# huge tile job need bid help



## cynthiann (Feb 12, 2006)

I'm making a bid on 1800 sq. ft. tile job using 12 inch tile on most of it. ...smaller tile in bath. No durock required as it is in basement. I'm thinking $2 sq.ft. but really want to land the job and I'm afraid it's too high.

Any suggestion?


----------



## floorman (Mar 21, 2005)

what area of the country are you in?I,m in the midwest,st. louis actaully and 2 bucks is about avereage here if not a lil low.
If straight lay and have no other issues like moisture and huge cracks in the slab then 2 is in line i would think no matter what part of the country you are in.
I would be concerened with moisture and cracks,the things that will cause headaches and failure of the floor.
Who is supplying the thin set?them?If not add another dollar a foot to the price,i prefer to use my brand cause i know what it does and dont do,if you what i mean.I use bonsal white.
Hope this helped ya.:no:


----------



## Glasshousebltr (Feb 9, 2004)

Floormans right, 2's a little low.
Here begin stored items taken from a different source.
import { requireFinite, requirePositive } from "../internal/require.js";

/** Modal parameters fitted to one resonance peak of a measured receptance. */
export interface FittedMode {
  /** Undamped natural frequency fn [Hz] */
  frequencyHz: number;
  /** Damping ratio ζ [-] */
  dampingRatio: number;
  /** Modal stiffness k [N/mm] */
  stiffnessNPerMm: number;
  /** Frequency of the magnitude peak [Hz] (= fn·√(1 − 2ζ²) for one mode) */
  peakFrequencyHz: number;
  /** Half-power frequencies f1, f2 [Hz] */
  lowerHalfPowerHz: number;
  upperHalfPowerHz: number;
}

/**
 * Fits one mode to the largest resonance peak of a measured frequency response (receptance,
 * displacement per force), by peak picking with the half-power bandwidth.
 *
 * 1. |G| peak located on the samples and refined by a parabola through the three highest points.
 * 2. f1, f2 where |G| = |G|peak / √2, by linear interpolation between samples.
 * 3. Exact inversion of the single-mode receptance G = 1/(k(1 − r² + 2iζr)), whose half-power
 *    points satisfy r² = 1 − 2ζ² ∓ 2ζ√(1 − ζ²):
 *      q = (f2² − f1²)/(f1² + f2²),  ζ = √((1 − 1/√(1 + q²))/2),  fn² = (f1² + f2²)/(2(1 − 2ζ²))
 *    (for light damping ζ ≈ (f2 − f1)/(2 fn), the textbook half-power rule).
 * 4. k = 1 / (2ζ√(1 − ζ²) · |G|peak).
 *
 * Assumes the peak is dominated by one mode (neighbouring modes well separated compared with the
 * bandwidth); restrict the band with minHz/maxHz to fit a particular peak. The FRF resolution must
 * put several samples inside the half-power band.
 *
 * @param input.frequencyHz frequencies, strictly increasing [Hz]
 * @param input.real Re G [mm/N]
 * @param input.imag Im G [mm/N]
 * @param input.minHz lower edge of the band searched for the peak [Hz] (optional)
 * @param input.maxHz upper edge [Hz] (optional)
 * @returns { frequencyHz, dampingRatio, stiffnessNPerMm, … }
 * @throws RangeError for arrays of different lengths, fewer than 5 samples, non-increasing or
 *   non-finite values, or a peak whose half-power points are not inside the measured band
 * @source Ewins, Modal Testing, 2nd ed. 2000, peak-picking method (from memory); half-power points of
 *   the SDOF receptance: Rao, Mechanical Vibrations (from memory; exact inversion derived here).
 */
export function fitModeFromFrf(input: {
  frequencyHz: ArrayLike<number>;
  real: ArrayLike<number>;
  imag: ArrayLike<number>;
  minHz?: number;
  maxHz?: number;
}): FittedMode {
  const fn = "fitModeFromFrf";
  const { frequencyHz: f, real, imag } = input;
  const n = f.length;
  if (real.length !== n || imag.length !== n) throw new RangeError(`${fn} requires frequencyHz, real and imag of equal length`);
  if (n < 5) throw new RangeError(`${fn} requires at least 5 samples`);
  const mag = new Float64Array(n);
  for (let i = 0; i < n; i++) {
    requireFinite(fn, `frequencyHz[${i}]`, f[i]!);
    requireFinite(fn, `real[${i}]`, real[i]!);
    requireFinite(fn, `imag[${i}]`, imag[i]!);
    if (i > 0 && !(f[i]! > f[i - 1]!)) throw new RangeError(`${fn} requires frequencyHz to be strictly increasing`);
    mag[i] = Math.hypot(real[i]!, imag[i]!);
  }
  requirePositive(fn, "frequencyHz[0]", f[0]!);
  const minHz = input.minHz ?? f[0]!;
  const maxHz = input.maxHz ?? f[n - 1]!;
  let p = -1;
  for (let i = 1; i < n - 1; i++) {
    if (f[i]! < minHz || f[i]! > maxHz) continue;
    if (p < 0 || mag[i]! > mag[p]!) p = i;
  }
  if (p < 0 || !(mag[p]! > 0)) throw new RangeError(`${fn} requires a resonance peak inside the band`);
  // Parabola through the three samples around the maximum (on magnitude).
  const a = mag[p - 1]!;
  const b = mag[p]!;
  const c = mag[p + 1]!;
  const den = a - 2 * b + c;
  let offset = den < 0 ? (0.5 * (a - c)) / den : 0;
  offset = Math.max(-0.5, Math.min(0.5, offset));
  const peakMag = b - 0.25 * (a - c) * offset;
  const step = offset >= 0 ? f[p + 1]! - f[p]! : f[p]! - f[p - 1]!;
  const peakFrequencyHz = f[p]! + offset * step;
  const half = peakMag / Math.SQRT2;
  let f1 = NaN;
  for (let i = p; i > 0; i--) {
    if (mag[i - 1]! <= half && mag[i]! > half) {
      f1 = f[i - 1]! + ((half - mag[i - 1]!) / (mag[i]! - mag[i - 1]!)) * (f[i]! - f[i - 1]!);
      break;
    }
  }
  let f2 = NaN;
  for (let i = p; i < n - 1; i++) {
    if (mag[i + 1]! <= half && mag[i]! > half) {
      f2 = f[i]! + ((mag[i]! - half) / (mag[i]! - mag[i + 1]!)) * (f[i + 1]! - f[i]!);
      break;
    }
  }
  if (!Number.isFinite(f1) || !Number.isFinite(f2)) {
    throw new RangeError(`${fn} requires both half-power points of the peak inside the measured band`);
  }
  const q = (f2 * f2 - f1 * f1) / (f1 * f1 + f2 * f2);
  const dampingRatio = Math.sqrt((1 - 1 / Math.sqrt(1 + q * q)) / 2);
  const frequencyHz = Math.sqrt((f1 * f1 + f2 * f2) / (2 * (1 - 2 * dampingRatio * dampingRatio)));
  const stiffnessNPerMm = 1 / (2 * dampingRatio * Math.sqrt(1 - dampingRatio * dampingRatio) * peakMag);
  return { frequencyHz, dampingRatio, stiffnessNPerMm, peakFrequencyHz, lowerHalfPowerHz: f1, upperHalfPowerHz: f2 };
}
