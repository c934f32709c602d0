import { describe, expect, it } from "vitest";
import { naturalFrequencyHz } from "./natural-frequency-hz.js";

describe("naturalFrequencyHz", () => {
  it("FN-1: 8 kg on 2.0e5 N/m → 25.1646 Hz (domain-reference FN-1; Rao / Inman, from memory)", () => {
    expect(naturalFrequencyHz({ stiffnessNPerMm: 200, massKg: 8 })).toBeCloseTo(25.1646, 4);
  });
  it("FN-2 / FN-3 inverses: 1 340 049.65 N/m with 0.03993 kg → 922 Hz; 197 392.09 N/m with 8 kg → 25 Hz", () => {
    expect(naturalFrequencyHz({ stiffnessNPerMm: 1340.04965, massKg: 0.03993 })).toBeCloseTo(922, 3);
    expect(naturalFrequencyHz({ stiffnessNPerMm: 197.39209, massKg: 8 })).toBeCloseTo(25, 5);
  });
  it("BELT-3: a 10 kg gantry on 78 480 N/m of belts → 14.099 Hz; 240 000 N/m → 24.656 Hz (domain-reference BELT-3)", () => {
    expect(naturalFrequencyHz({ stiffnessNPerMm: 78.48, massKg: 10 })).toBeCloseTo(14.099, 3);
    expect(naturalFrequencyHz({ stiffnessNPerMm: 240, massKg: 10 })).toBeCloseTo(24.656, 3);
  });
  it("adding mass lowers the mode by √(m0/m1)", () => {
    expect(naturalFrequencyHz({ stiffnessNPerMm: 100, massKg: 8 }) / naturalFrequencyHz({ stiffnessNPerMm: 100, massKg: 2 })).toBeCloseTo(0.5, 12);
  });
  it("rejects zero mass", () => {
    expect(() => naturalFrequencyHz({ stiffnessNPerMm: 100, massKg: 0 })).toThrow("naturalFrequencyHz requires massKg > 0");
  });
});
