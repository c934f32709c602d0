import fc from "fast-check";
import { describe, expect, it } from "vitest";
import { dynamicAmplification } from "./dynamic-amplification.js";
import { modeFromMassStiffness } from "./mode-from-mass-stiffness.js";

describe("modeFromMassStiffness", () => {
  it("BELT-3: dual-belt gantry, 78.48 N/mm and 10 kg → 14.099 Hz (domain-reference BELT-3)", () => {
    const m = modeFromMassStiffness({ massKg: 10, stiffnessNPerMm: 78.48, dampingRatio: 0.05, direction: "x" });
    expect(m.frequencyHz).toBeCloseTo(14.099, 3);
    expect(m.stiffnessNPerMm).toBe(78.48);
    expect(m.dampingRatio).toBe(0.05);
    expect(m.direction).toBe("x");
  });
  it("more mass: lower frequency, and less response well above it (property)", () => {
    fc.assert(
      fc.property(fc.double({ min: 0.5, max: 50, noNaN: true }), fc.double({ min: 1.1, max: 4, noNaN: true }), (mass, k) => {
        const light = modeFromMassStiffness({ massKg: mass, stiffnessNPerMm: 100, dampingRatio: 0.05, direction: "y" });
        const heavy = modeFromMassStiffness({ massKg: mass * k, stiffnessNPerMm: 100, dampingRatio: 0.05, direction: "y" });
        expect(heavy.frequencyHz).toBeLessThan(light.frequencyHz);
        const f = 5 * light.frequencyHz;
        expect(dynamicAmplification({ frequencyHz: f, naturalFrequencyHz: heavy.frequencyHz, dampingRatio: 0.05 })).toBeLessThan(
          dynamicAmplification({ frequencyHz: f, naturalFrequencyHz: light.frequencyHz, dampingRatio: 0.05 }),
        );
      }),
    );
  });
  it("rejects a damping ratio of 1", () => {
    expect(() => modeFromMassStiffness({ massKg: 1, stiffnessNPerMm: 1, dampingRatio: 1, direction: "x" })).toThrow(RangeError);
  });
});
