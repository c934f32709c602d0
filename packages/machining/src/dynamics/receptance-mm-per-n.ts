import { requireNonNegative } from "../internal/require.js";
import { validateModes } from "./internal/validate-modes.js";
import type { Mode } from "./mode.js";

/** A complex receptance value [mm/N]. */
export interface Receptance {
  real: number;
  imag: number;
}

/**
 * Receptance (displacement per force, the frequency response function) of a set of modes in one
 * direction at one frequency: the sum of single-degree-of-freedom terms.
 *
 * G(f) = Σ 1 / (k (1 − r² + 2iζr)),  r = f / fn
 *
 * @param input.modes modes (all are summed; filter by direction first) [Hz, -, N/mm]
 * @param input.frequencyHz f [Hz] (≥ 0)
 * @returns { real, imag } [mm/N]
 * @throws RangeError for invalid modes or f < 0
 * @source Rao, Mechanical Vibrations; Schmitz & Smith, Machining Dynamics, 2009, ch. 2 (from memory).
 * @example one mode k = 200 N/mm: receptanceMmPerN at 0 Hz → { real: 0.005, imag: 0 }
 */
export function receptanceMmPerN(input: { modes: readonly Mode[]; frequencyHz: number }): Receptance {
  validateModes("receptanceMmPerN", input.modes);
  requireNonNegative("receptanceMmPerN", "frequencyHz", input.frequencyHz);
  let real = 0;
  let imag = 0;
  for (const m of input.modes) {
    const r = input.frequencyHz / m.frequencyHz;
    const d = 1 - r * r;
    const e = 2 * m.dampingRatio * r;
    const s = 1 / (m.stiffnessNPerMm * (d * d + e * e));
    real += d * s;
    imag -= e * s;
  }
  return { real, imag };
}
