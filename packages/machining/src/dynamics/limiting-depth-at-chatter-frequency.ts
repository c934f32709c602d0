import type { MillingDirection } from "../forces/immersion-angles-rad.js";
import { requirePositive, requirePositiveInteger } from "../internal/require.js";
import { directionalFactors } from "./directional-factors.js";
import { eigenvaluesAt } from "./internal/stability-model.js";
import { validateCut, validateModes } from "./internal/validate-modes.js";
import type { Mode } from "./mode.js";

/** One point of the stability boundary, as a function of the chatter frequency. */
export interface BoundaryAtFrequency {
  /** a_lim [mm] */
  limitingDepthMm: number;
  /** ε, phase between inner and outer modulation [rad], 0 < ε < 2π */
  phaseRad: number;
  /** Spindle speeds n_k = 60 fc / (N (k + ε/2π)) for k = 0 … lobes−1 [rpm] */
  spindleSpeedsRpm: number[];
}

/**
 * Zero-order (Altintas–Budak) stability boundary at one chatter frequency: the limiting depth
 * and the spindle speeds of each lobe that chatter at that frequency.
 *
 * [Φ] = diag(Σ G_x, Σ G_y), G = 1/(k(1 − r² + 2iζr));  λ = eig([α][Φ]) (closed-form 2×2)
 * a_lim = 2π / (N · Kt · Re λ)   (≡ −(2π Λ_R/(N Kt))(1 + κ²) with Λ = −1/λ, κ = Λ_I/Λ_R)
 * ε = π + 2·atan(Im λ / Re λ),   n_k = 60 · fc / (N · (k + ε/2π))
 * Only eigenvalues with Re λ > 0 give a positive depth; both are returned when both do, shallowest first.
 *
 * @param input.modes modes in the feed (x) / normal (y) frame [Hz, -, N/mm]
 * @param input.flutes N [-]
 * @param input.radialImmersion ae/D [-]
 * @param input.specificForceNPerMm2 Kt, tangential cutting-force coefficient [N/mm²]
 * @param input.radialForceRatio Kr/Kt [-]
 * @param input.millingDirection default "climb"
 * @param input.chatterFrequencyHz fc [Hz]
 * @param input.lobes how many lobe speeds to list (default 3)
 * @returns boundary points (empty when no eigenvalue has Re λ > 0: no chatter at that frequency)
 * @throws RangeError for invalid modes or cut parameters
 * @source Altintas & Budak, CIRP Annals 44(1), 1995; Altintas, Manufacturing Automation, 2nd ed. 2012,
 *   ch. 3 (both from memory); eigenvalue form as in Schmitz & Smith, Machining Dynamics, 2009 (from memory).
 */
export function limitingDepthAtChatterFrequency(input: {
  modes: readonly Mode[];
  flutes: number;
  radialImmersion: number;
  specificForceNPerMm2: number;
  radialForceRatio: number;
  millingDirection?: MillingDirection;
  chatterFrequencyHz: number;
  lobes?: number;
}): BoundaryAtFrequency[] {
  const fn = "limitingDepthAtChatterFrequency";
  validateModes(fn, input.modes);
  validateCut(fn, input);
  requirePositive(fn, "chatterFrequencyHz", input.chatterFrequencyHz);
  const lobes = input.lobes ?? 3;
  requirePositiveInteger(fn, "lobes", lobes);
  const alpha = directionalFactors({
    radialImmersion: input.radialImmersion,
    radialForceRatio: input.radialForceRatio,
    millingDirection: input.millingDirection ?? "climb",
  });
  const ev = new Float64Array(4);
  eigenvaluesAt(input.modes, alpha, input.chatterFrequencyHz, false, ev);
  const out: BoundaryAtFrequency[] = [];
  for (const [lr, li] of [
    [ev[0]!, ev[1]!],
    [ev[2]!, ev[3]!],
  ] as const) {
    if (!(lr > 0)) continue;
    const phaseRad = Math.PI + 2 * Math.atan(li / lr);
    const spindleSpeedsRpm: number[] = [];
    for (let k = 0; k < lobes; k++) {
      spindleSpeedsRpm.push((60 * input.chatterFrequencyHz) / (input.flutes * (k + phaseRad / (2 * Math.PI))));
    }
    out.push({ limitingDepthMm: (2 * Math.PI) / (input.flutes * input.specificForceNPerMm2 * lr), phaseRad, spindleSpeedsRpm });
  }
  return out.sort((p, q) => p.limitingDepthMm - q.limitingDepthMm);
}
Some installers around here try to get 3.50 to 4.00..... freeking crazy maggots.

Bob


----------



## floorman (Mar 21, 2005)

Yea glass i wont hardly unpack my tools anymore for less than 2.50,however i do what needs to be done the first time so i can get the refferral cause ther is nothing better and more definate in getting a job than someone talking "up" about you:no:


----------



## R&D Tile (Apr 5, 2005)

I wouldn't touch it for less than $5 a ft., plus any prep work, how much can you set in a day, how many days will this take you including all the grouting, are you working alone?

Thinset alone will be around 400 to $500.


----------



## ron schenker (Dec 11, 2005)

I charge $5.00/sq.ft. for ceramic and $8.00 for marble, slate, or granite. That includes thinset, grout, and sealer. Subfloor is extra as well as dumping fees . Tearout charges are based on the amount of time that I estimate it will take me, and how much my back will be hurting the next day.


----------



## PrecisionFloors (Jan 24, 2006)

You guys are actually willing to lay ceramic tile for two bucks a foot???? When will you learn to stop givin your damn labor away? Yes, if your prices are higher you may loose a few here and there but the ones you get will more than outweigh those. Example 1000sf @ 2.00 = $2000 How many jobs/days on average would that take you? Ok now look at this....same $2000 at $3.50sf = 570sf laid. While you are out bustin yer ass to make yours in what, a week, the guy who is priced right can take his time and do a perfect job (which will result in referrals and repeat business) will be done by the middle of the week and either be ready to start another one or able to spend time doing what he wants to do, not what he has to do. Good God this trade needs to get outta the low ball mentality.


----------



## Dave-Raleigh (Jun 12, 2006)

Only you can figure out what it is worth.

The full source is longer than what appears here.